How To Succeed at Work as an Introvert

How To Succeed at Work as an Introvert

Sometimes it can feel like promotions and success in the workplace are reserved solely for charismatic, quick-on-their-feet extroverts. But in reality, thriving companies need a mix of personality types, from employees who excel at on-the-spot brainstorming to ones who gravitate toward executing and developing the very ideas generated from brainstorming.

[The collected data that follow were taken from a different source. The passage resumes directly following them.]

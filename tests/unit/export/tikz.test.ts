// TikZ figures: LaTeX-safe labels, comments that cannot end early, a self-contained snippet.
import { describe, expect, it } from 'vitest';
import type { DisplayList } from '../../../shaders-free-render/display-list.ts';
import { figureToTikzSnippet, figureToTikzStandalone, latexText } from '../../../src/export/tikz.ts';
import type { FigureInput } from '../../../src/export/figure.ts';

function input(label: string): FigureInput {
  const pts: number[] = [];
  for (let k = 0; k <= 2000; k++) pts.push(-4 + (8 * k) / 2000, Math.sin(k / 100));
  const list: DisplayList = {
    items: [
      { kind: 'polyline', points: pts, closed: false, ends: null, style: 's', owner: 'c1' },
      { kind: 'dot', x: 1, y: 2, role: 'point', style: 's', owner: 'p1' },
      { kind: 'label', x: 1.1, y: 2.1, text: label, style: 's', owner: 'p1' },
    ],
    styles: { s: { stroke: '#1f5fa8', width: 2, fill: '#1f5fa8', radius: 3, dash: [6, 3], fontSize: 12 } },
  };
  return {
    list,
    view: { xmin: -4, xmax: 4, ymin: -3, ymax: 3 },
    facts: [{ id: 'p1', label: `${label}\n\\input{evil}`, type: 'point', status: 'exact', exact: '1:2:1' }],
  };
}

describe('TikZ export', () => {
  it('escapes every LaTeX special in labels', () => {
    expect(latexText('\\input{/etc/passwd} $x^2_1$ 100% #1 & ~')).toBe(
      '\\textbackslash{}input\\{/etc/passwd\\} \\$x\\textasciicircum{}2\\_1\\$ 100\\% \\#1 \\& \\textasciitilde{}',
    );
    expect(latexText('P\u2212Q \u00e9\u00d7\u{1F600}')).toBe('P\\ensuremath{-}Q \u00e9\\ensuremath{\\times}?');
  });
  it('writes the label as a node text with nothing left unescaped', () => {
    const t = figureToTikzSnippet(input('\\write18{rm -rf /}'));
    expect(t).toContain('{\\textbackslash{}write18\\{rm -rf /\\}};');
    // A line break in a fact cannot end the comment and start a command.
    for (const line of t.split('\n')) expect(line.startsWith('\\input')).toBe(false);
  });
  it('is a tikzpicture in points, clipped to the view, with colours defined inside', () => {
    const t = figureToTikzSnippet(input('P'));
    expect(t).toMatch(/^% Ninefold figure/);
    expect(t).toContain('\\begin{tikzpicture}[x=1pt,y=1pt');
    expect(t).toContain('\\definecolor{nfa}{HTML}{1F5FA8}');
    expect(t).toContain('\\clip (0,0) rectangle (360,270);');
    expect(t).toContain('dash pattern=on 3.6pt off 1.8pt');
    // the dot at (1, 2): u = 225, v from the bottom = (2 + 3) * 45 = 225
    expect(t).toContain('\\filldraw[fill=nfa, draw=none] (225,225) circle[radius=1.8pt]; % P');
    expect(t).toContain('% point P \\input{evil} [p1]; exact; 1:2:1');
  });
  it('writes long curves in pieces TeX can hold', () => {
    const t = figureToTikzSnippet(input('P'));
    const draws = t.split('\n').filter((l) => l.startsWith('\\draw'));
    expect(draws.length).toBeGreaterThan(1);
    for (const d of draws) expect(d.split(' -- ').length).toBeLessThanOrEqual(301);
  });
  it('the standalone file wraps the snippet in a document', () => {
    const s = figureToTikzStandalone(input('P'));
    expect(s.startsWith('\\documentclass[tikz,border=2pt]{standalone}')).toBe(true);
    expect(s).toContain(figureToTikzSnippet(input('P')).trimEnd());
    expect(s.trimEnd().endsWith('\\end{document}')).toBe(true);
  });
});
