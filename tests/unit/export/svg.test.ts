// SVG figures: markup-safe labels, exact facts in the metadata, world -> page coordinates, print styles.
import { describe, expect, it } from 'vitest';
import type { DisplayList } from '../../../shaders-free-render/display-list.ts';
import { figureToSvg, xmlText } from '../../../src/export/svg.ts';
import { inkOf, pageFrame, type FigureInput } from '../../../src/export/figure.ts';

const HOSTILE = [
  '<script>alert(1)</script>',
  '<svg onload="alert(1)"><image href="x" onerror="alert(2)"/></svg>',
  ']]><!-- -->&amp;"\'',
];

function input(label: string, extra: Partial<FigureInput> = {}): FigureInput {
  const list: DisplayList = {
    items: [
      { kind: 'polyline', points: [-2, -1, 0, 0, 2, 1, 3, 3], closed: false, ends: null, style: 's', owner: 'c1' },
      { kind: 'segment', x0: -4, y0: 0, x1: 4, y1: 0, style: 'd', owner: 'l1' },
      { kind: 'dot', x: 1, y: 2, role: 'point', style: 's', owner: 'p1' },
      { kind: 'dot', x: -1, y: -1, role: 'point', style: 'ring', owner: 'p2' },
      { kind: 'label', x: 1.1, y: 2.1, text: label, style: 's', owner: 'p1' },
    ],
    styles: {
      s: { stroke: '#fbf8f1', width: 2, fill: '#b8321a', radius: 3, dash: [], fontSize: 12 },
      ring: { stroke: '#b8321a', width: 2, fill: 'none', radius: 3, dash: [2.5, 2], fontSize: 12 },
      d: { stroke: '#5b6b2f', width: 1, fill: '#5b6b2f', radius: 3, dash: [6, 3], fontSize: 12 },
    },
  };
  return {
    list,
    view: { xmin: -4, xmax: 4, ymin: -3, ymax: 3, exact: { xmin: '-4', xmax: '4', ymin: '-3', ymax: '3' } },
    facts: [
      { id: 'p1', label, type: 'point', status: 'exact', exact: '1:2:1', approx: '(1, 2)' },
      { id: 'p2', label: 'Q', type: 'point', status: 'algebraic' },
      { id: 'c1', label: 'E', type: 'curve', status: 'exact', equation: 'y^2 = x^3 - x -- 1', coefficients: ['1', '0'] },
    ],
    ...extra,
  };
}

function metadataOf(svg: string): unknown {
  const m = /<metadata id="ninefold-facts">([^<]*)<\/metadata>/.exec(svg);
  const unescape = (s: string) => s.replace(/&lt;/g, '<').replace(/&gt;/g, '>').replace(/&quot;/g, '"').replace(/&apos;/g, "'").replace(/&amp;/g, '&');
  return JSON.parse(unescape(m![1]));
}

describe('SVG export', () => {
  for (const label of HOSTILE) {
    it(`writes the label ${JSON.stringify(label)} as text, never as markup`, () => {
      const svg = figureToSvg(input(label));
      // Only the elements the exporter writes, and no attribute that could run code.
      const tags = new Set([...svg.matchAll(/<\/?([A-Za-z][\w:-]*)/g)].map((m) => m[1]));
      expect([...tags].sort()).toEqual(['circle', 'clipPath', 'defs', 'desc', 'g', 'line', 'metadata', 'path', 'rect', 'svg', 'text'].sort());
      expect(svg).not.toMatch(/\son\w+="/);
      expect(svg.match(/<svg/g)!.length).toBe(1);
      expect(svg).toContain(`>${xmlText(label)}</text>`);
      // Comments cannot be closed early by a label.
      for (const c of svg.match(/<!--[\s\S]*?-->/g) ?? []) expect(c.slice(4, -3)).not.toContain('--');
      expect((metadataOf(svg) as { objects: { label: string }[] }).objects[0].label).toBe(label);
    });
  }
  it('carries the exact facts of every object and the exact view', () => {
    const svg = figureToSvg(input('P'));
    const meta = metadataOf(svg) as { view: unknown; objects: unknown[] };
    expect(meta.view).toEqual({ xmin: '-4', xmax: '4', ymin: '-3', ymax: '3' });
    expect(meta.objects).toEqual(input('P').facts);
    expect(svg).toContain('data-exact="1:2:1"');
    expect(svg).toContain('coefficients (1, 0)');
  });
  it('writes no coordinates beside the mark of a point at infinity (it is drawn at the edge, not at its place)', () => {
    const base = input('P');
    const atInfinity: FigureInput = { ...base, facts: base.facts.map((f) => (f.id === 'p1' ? { ...f, exact: '1:2:0' } : f)) };
    const svg = figureToSvg(atInfinity);
    expect(svg).toMatch(/<circle data-owner="p1" cx="225" cy="45"/);
    expect(svg).not.toContain('data-exact=');
    expect(svg).toContain('1:2:0'); // the fact itself is still written
  });
  it('maps world to page points: 8 x 6 world units on 360 pt -> 45 pt per unit, y down', () => {
    const svg = figureToSvg(input('P'));
    expect(svg).toMatch(/width="360pt" height="270pt" viewBox="0 0 360 270"/);
    // the dot at (1, 2): u = (1 + 4) * 45 = 225, v = (3 - 2) * 45 = 45
    expect(svg).toMatch(/<circle data-owner="p1" data-exact="1:2:1" cx="225" cy="45"/);
    const f = pageFrame(input('P').view);
    expect([f.u(-4), f.u(4), f.v(3), f.v(-3)]).toEqual([0, 360, 0, 270]);
  });
  it('clips to the view, strokes in points, keeps dashes, draws dots as their style says (ring, disc)', () => {
    const svg = figureToSvg(input('P'));
    expect(svg).toContain('<clipPath id="view"><rect x="0" y="0" width="360" height="270"/></clipPath>');
    expect(svg).toContain('clip-path="url(#view)"');
    expect(svg).toMatch(/stroke-width="1.2"/); // 2 px * 0.6 pt/px
    expect(svg).toMatch(/stroke-dasharray="3.6 1.8"/);
    // the algebraic point is a ring (white fill), the exact one a disc
    expect(svg).toMatch(/<circle data-owner="p2" cx="135" cy="180" r="1.8" fill="none" stroke="#b8321a" stroke-width="1.2" stroke-dasharray="1.5 1.2"\/>/);
    // the exact point is a filled disc with a paper outline, which prints white
    expect(svg).toMatch(/<circle data-owner="p1" data-exact="1:2:1" cx="225" cy="45" r="1.8" fill="#b8321a" stroke="#ffffff"/);
  });
  it('greyscale print maps colours to greys, never lighter than 65%', () => {
    expect(inkOf('#b8321a', true)).toMatch(/^#([0-9a-f]{2})\1\1$/);
    expect(inkOf('#ffffff', true)).toBe('#a6a6a6');
    expect(inkOf('#000000', true)).toBe('#000000');
    const svg = figureToSvg(input('P', { options: { greyscale: true } }));
    const colours = new Set(svg.match(/(?:stroke|fill)="#[0-9a-f]{6}"/g));
    for (const c of colours) expect(c).toMatch(/"#([0-9a-f]{2})\1\1"$/);
  });
  it('escapes the five XML specials and drops control characters', () => {
    expect(xmlText('a<b>&"\'\u0001')).toBe('a&lt;b&gt;&amp;&quot;&apos;');
  });
});

describe('greyscale keeps strokes apart', () => {
  it('two solid curves of colours that turn into nearly the same grey get different dash patterns', async () => {
    const { greyscaleDistinguish } = await import('../../../src/export/figure.ts');
    const list: DisplayList = {
      items: [
        { kind: 'polyline', points: [0, 0, 1, 1], closed: false, ends: null, style: 'blue', owner: 'c1' },
        { kind: 'polyline', points: [0, 1, 1, 0], closed: false, ends: null, style: 'red', owner: 'c2' },
        { kind: 'segment', x0: 0, y0: 0, x1: 1, y1: 0, style: 'black', owner: 'l1' },
      ],
      styles: {
        blue: { stroke: '#1f5fa8', width: 2, fill: '#1f5fa8', radius: 2, dash: [], fontSize: 12 },
        red: { stroke: '#b8321a', width: 2, fill: '#b8321a', radius: 2, dash: [], fontSize: 12 },
        black: { stroke: '#000000', width: 1, fill: '#000000', radius: 2, dash: [], fontSize: 12 },
      },
    };
    const out = greyscaleDistinguish(list);
    expect(out.styles.blue.dash).toEqual([]);
    expect(out.styles.red.dash).not.toEqual([]);
    expect(out.styles.black.dash).toEqual([]); // black stays far from both greys
    // and the SVG in greyscale carries the pattern; in colour it does not
    const base = { view: { xmin: 0, xmax: 1, ymin: 0, ymax: 1 }, facts: [] };
    expect(figureToSvg({ ...base, list, options: { greyscale: true } })).toMatch(/data-owner="c2"[^>]*stroke-dasharray/);
    expect(figureToSvg({ ...base, list })).not.toMatch(/stroke-dasharray/);
  });
  it('never dashes a point mark: an algebraic point stays a solid ring beside a curve of the same grey', async () => {
    const { greyscaleDistinguish } = await import('../../../src/export/figure.ts');
    const { constructionDisplayList } = await import('../../../src/export/display.ts');
    const { constructionAdd, constructionEmpty } = await import('../../../src/construct/graph.ts');
    const { constructionEvaluate } = await import('../../../src/construct/evaluate.ts');
    let doc = constructionEmpty();
    const e = constructionAdd(doc, { construction: { kind: 'curve-equation', parents: [], params: { equation: 'y^2 = x^3 - 4x + 4' } }, style: { colour: '#1f5fa8' } });
    const p = constructionAdd(e.doc, { construction: { kind: 'point-on-curve', parents: [e.id], params: { x: '-1/2', near: '2' } }, style: { colour: '#b8321a' } });
    doc = p.doc;
    const list = constructionDisplayList(doc, constructionEvaluate(doc), { xmin: -4, xmax: 4, ymin: -3, ymax: 3, widthPx: 800, heightPx: 600 });
    const ring = list.items.find((i) => i.owner === p.id && i.kind === 'polyline');
    expect(ring && list.styles[ring.style].dash).toEqual([]); // algebraic: a solid ring
    const out = greyscaleDistinguish(list);
    expect(out.styles[ring!.style].dash).toEqual([]);
  });
});
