_COAST_COLOUR = "#1a1a1a"
_BORDER_COLOUR = "#4d4d4d"
_NATURAL_EARTH = {
    "coastline": ("physical", "coastline"),
    "borders": ("cultural", "admin_0_boundary_lines_land"),
}
_ENERGY_UNITS = {"J kg-1", "J/kg", "J kg**-1", "J kg^-1", "m2 s-2", "m^2 s^-2", "m2/s2"}
_LENGTH_FACTORS = {
    "m": 1.0,
    "metre": 1.0,
    "meter": 1.0,
    "metres": 1.0,
    "meters": 1.0,
    "km": 1000.0,
    "kilometre": 1000.0,
    "kilometer": 1000.0,
}
_LAT_UNITS = {"degrees_north", "degree_north", "degree_N", "degrees_N", "degreeN", "degreesN"}
_LON_UNITS = {"degrees_east", "degree_east", "degree_E", "degrees_E", "degreeE", "degreesE"}


@dataclass(frozen=True)
class MapSettings:
    """Which maps are drawn and how (the ``[maps]`` section)."""

    kinds: tuple[Literal["stability_class", "cape_cin", "lcl_height"], ...] = field(
        default=MAP_KINDS,
        metadata={"doc": "maps to draw: stability_class, cape_cin, lcl_height"},
    )
    class_layer: Literal["low3km", "850_500"] = field(
        default="low3km",
        metadata={"doc": "thick layer of the stability-class map"},
    )
    parcel: Literal["mixed_layer", "surface_based", "most_unstable"] = field(
        default="mixed_layer",
        metadata={"doc": "parcel of the CAPE/CIN and LCL maps"},
    )
    time_steps: Literal["all"] | tuple[int, ...] = field(
        default="all",
        metadata={"doc": 'time steps to map: "all" or a list of indices (0 = first)'},
    )
    dpi: int = field(default=110, metadata={"doc": "resolution of the PNG files"})
    coastline_resolution: Literal["auto", "110m", "50m"] = field(
        default="auto",
        metadata={"doc": "Natural Earth scale; auto: 50m on regional maps, else 110m"},
    )
    borders: bool = field(default=True, metadata={"doc": "draw country borders on land"})
    figure_width: float = field(default=9.0, metadata={"doc": "figure width", "units": "inches"})

    def __post_init__(self) -> None:
        kinds = tuple(self.kinds)
        object.__setattr__(self, "kinds", kinds)
        unknown = [k for k in kinds if k not in MAP_KINDS]
        if unknown:
            raise ValueError(f"kinds holds {unknown[0]!r}; choose from {', '.join(MAP_KINDS)}")
        if self.class_layer not in LAYER_TITLE:
            raise ValueError(f"class_layer must be 'low3km' or '850_500', got {self.class_layer!r}")
        if self.parcel not in PARCEL_SUFFIX:
            raise ValueError(
                f"parcel must be one of {', '.join(PARCEL_SUFFIX)}, got {self.parcel!r}"
            )
        if self.time_steps != "all":
            if isinstance(self.time_steps, (str, bytes)) or not all(
                isinstance(i, int) and not isinstance(i, bool) for i in self.time_steps
            ):
                raise ValueError(
                    f'time_steps must be "all" or a list of integers, got {self.time_steps!r}'
                )
            object.__setattr__(self, "time_steps", tuple(self.time_steps))
        if not isinstance(self.dpi, int) or not 20 <= self.dpi <= 600:
            raise ValueError(f"dpi must be an integer 20..600, got {self.dpi!r}")
        if self.coastline_resolution not in ("auto", "110m", "50m"):
            raise ValueError(
                "coastline_resolution must be 'auto', '110m' or '50m' (1:10m is not "
                f"used), got {self.coastline_resolution!r}"
            )
        if not 3.0 <= float(self.figure_width) <= 30.0:
            raise ValueError(f"figure_width must be 3..30 inches, got {self.figure_width!r}")


class _NoMap(Exception):
    """This field cannot be mapped; the message says why."""


# --------------------------------------------------------------------------------------
# public API


def draw_maps(
    result: xr.Dataset,
    out_dir: str | os.PathLike[str],
    *,
    settings: MapSettings = MapSettings(),
    stem: str = "gridstab",
    overwrite: bool = False,
) -> list[Path]:
    """Draw the chosen maps for the chosen time steps and save them as PNG files.

    Parameters
    ----------
    result : xarray.Dataset
        The engine's result, or a result file opened again with xarray. Needed
        variables: ``stability_class_<layer>``, ``cape_<p>`` and ``cin_<p>``,
        ``lcl_height_<p>`` (``<p>`` the parcel suffix sb/ml/mu). For each time step
        the needed 2-D fields are computed together in one dask call; maps of lazy
        engine output therefore repeat the column computation, so for large runs pass
        the written file opened again.
    out_dir : str or path-like
        Existing folder for the PNG files.
    settings : MapSettings, optional
        The ``[maps]`` section.
    stem : str, optional
        Start of every file name, e.g. ``"run1"`` gives ``run1_class_low3km_t000.png``,
        ``run1_cape_cin_ml_t000.png`` and ``run1_lcl_ml_t000.png``.
    overwrite : bool, optional
        Replace PNG files of the same names; otherwise an existing one is an error.

    Returns
    -------
    list of pathlib.Path
        The files written, in drawing order. A map that cannot be drawn (variable
        missing, single column, grid smaller than 2 x 2, unknown grid) is skipped with
        a warning.

    Raises
    ------
    OutputError
        ``out_dir`` is missing or not a folder, or a PNG exists and not ``overwrite``.
    ConfigError
        A time-step index in ``settings.time_steps`` is out of range.
    """
    folder = Path(out_dir)
    if not folder.is_dir():
        raise OutputError(
            f"map folder {str(folder)!r} does not exist or is not a folder. Create it "
            f"first (mkdir -p {str(folder)!r}) or choose another map folder."
        )
    plans = _plan(result, settings=settings, stem=stem)
    if not plans:
        return []
    n_steps, time_dim = _time_axis(result, [p[1] for p in plans])
    steps = _chosen_steps(settings.time_steps, n_steps)
    jobs = [
        (kind, names, folder / template.format(t=step), step)
        for step in steps
        for kind, names, template in plans
    ]
    existing = [str(path) for _, _, path, _ in jobs if path.exists()]
    if existing and not overwrite:
        raise OutputError(
            f"map file {existing[0]!r} already exists"
            + (f" (and {len(existing) - 1} more)" if len(existing) > 1 else "")
            + "; nothing was drawn. Choose another map folder or stem, or replace them "
            "with --overwrite ([output] overwrite = true)."
        )

    draw = {
        "stability_class": lambda ds: stability_class_figure(
            ds, layer=settings.class_layer, settings=settings
        ),
        "cape_cin": lambda ds: cape_cin_figure(ds, parcel=settings.parcel, settings=settings),
        "lcl_height": lambda ds: lcl_height_figure(ds, parcel=settings.parcel, settings=settings),
    }
    written: list[Path] = []
    skipped: set[str] = set()  # a grid that cannot be mapped fails at every step
    for step in steps:
        names = sorted({n for kind, ns, _ in plans if kind not in skipped for n in ns})
        if not names:
            break
        subset = result[names + _linked_variables(result, names)]
        if time_dim is not None:
            subset = subset.isel({time_dim: step})
        subset = subset.compute()
        for kind, _, path, job_step in jobs:
            if job_step != step or kind in skipped:
                continue
            try:
                fig = draw[kind](subset)
            except _NoMap as why:
                skipped.add(kind)
                warnings.warn(f"{kind} maps skipped: {why}.", RuntimeWarning, stacklevel=2)
                continue
            _save(fig, path, dpi=settings.dpi)
            written.append(path)
    return written
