"""A rule on its way to worker processes: its artefact bytes, loaded (and verified) once per process."""

from __future__ import annotations

from dataclasses import dataclass

from policyc.compiler.artefact import artefact_bytes
from policyc.runtime import Rule, shared_rule_from_bytes

__all__ = ["ShippedRule"]


@dataclass(frozen=True)
class ShippedRule:
    """The canonical artefact bytes of a rule (a rule file's own bytes, or those a policy compiles to), so a
    worker receives no pickled object of ours and checks the content hash before using it."""

    data: bytes

    @classmethod
    def of(cls, rule: Rule) -> ShippedRule:
        return cls(artefact_bytes(rule))

    def load(self) -> Rule:
        """The rule, decoded once per process and kept for the process's later partitions."""
        return shared_rule_from_bytes(self.data, "<shipped rule>")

If you identify as an introvert — drawing energy from being alone, disliking interruptions and unexpected requests, and tending to be reserved in meetings — then here are some tips to help you work within your comfort zone, and still stand out as an essential employee.

Find Quiet Places to Work

In 2012, Susan Cain published her book Quiet: The Power of Introverts in a World That Can’t Stop Talking, as well as giving a TED Talk on the same topic. One of the revelations from Cain’s influential book was that companies tend to cater to extroverts over introverts both in office design and culture.

Open floor plans create an environment where the noise of background conversation is constant; a lack of doors makes it easy to pop over to co-workers cubicles without advance notice.  It’s an impractical work environment for introverts, who often work best independently, and without noise or interruptions. So too is the common emphasis on teamwork and brainstorming.

If this sounds a lot like your workplace, try to find the secret, hidden spots — a rarely used conference room, perhaps, or a corner cubicle up for grabs — to hunker down and work. If there aren’t any, or if you really need to be at your desk, give co-workers subtle cues that let them know not to interrupt you. Try, for instance, putting on large, conspicuous headphones: you don’t even need to use them to play music; their presence alone can act as a metaphorical “do not enter” sign.

Give yourself the gift of alone time: escape from the crowds at the office throughout the day by  going for a short walk, sitting in a nearby park, or even finding a quiet spot to grab a coffee. This time spent alone can help give you the recharge you need.

Make sure you’re in the right job for your personality type, too: if a job requires all problems to be solved as a group, or if being center stage is a must, it might not be the right spot for you.

Focus on Doing Work That Caters to Your Skills

Introverts tend not to thrive in big groups, brainstorming meetings, or any type of work that rewards the person who speaks first and loudest. Of course, that’s not necessarily true for every introvert — keep in mind that introverts and extroverts exist on a spectrum, with many people landing somewhere in the middle.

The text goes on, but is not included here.